_Task objective:_ The records below are to be duplicated exactly as they appear.

_Recorded information:_
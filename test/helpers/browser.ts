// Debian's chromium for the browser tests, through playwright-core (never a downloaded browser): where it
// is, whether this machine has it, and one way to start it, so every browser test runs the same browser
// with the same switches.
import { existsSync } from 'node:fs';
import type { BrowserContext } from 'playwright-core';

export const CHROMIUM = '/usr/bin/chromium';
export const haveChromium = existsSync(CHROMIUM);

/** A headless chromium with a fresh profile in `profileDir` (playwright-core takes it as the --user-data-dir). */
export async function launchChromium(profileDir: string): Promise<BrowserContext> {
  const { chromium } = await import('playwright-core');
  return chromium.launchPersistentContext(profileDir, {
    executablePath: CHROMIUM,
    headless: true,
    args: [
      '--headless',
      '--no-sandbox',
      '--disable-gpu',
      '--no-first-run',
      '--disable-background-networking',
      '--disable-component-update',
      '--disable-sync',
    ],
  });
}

_Written reply:_
filename test/helpers/browser.ts
// Debian's chromium for the browser tests, through playwright-core (never a downloaded browser): where it
// is, whether this machine has it, and one way to start it, so every browser test runs the same browser
// with the same switches.
import { existsSync } from 'node:fs';
import type { BrowserContext } from 'playwright-core';

export const CHROMIUM = '/usr/bin/chromium';
export const haveChromium = existsSync(CHROMIUM);

/** A headless chromium with a fresh profile in `profileDir` (playwright-core takes it as the --user-data-dir). */
export async function launchChromium(profileDir: string): Promise<BrowserContext> {
  const { chromium } = await import('playwright-core');
  return chromium.launchPersistentContext(profileDir, {
    executablePath: CHROMIUM,
    headless: true,
    args: [
      '--headless',
      '--no-sandbox',
      '--disable-gpu',
      '--no-first-run',
      '--disable-background-networking',
      '--disable-component-update',
      '--disable-sync',
    ],
  });
}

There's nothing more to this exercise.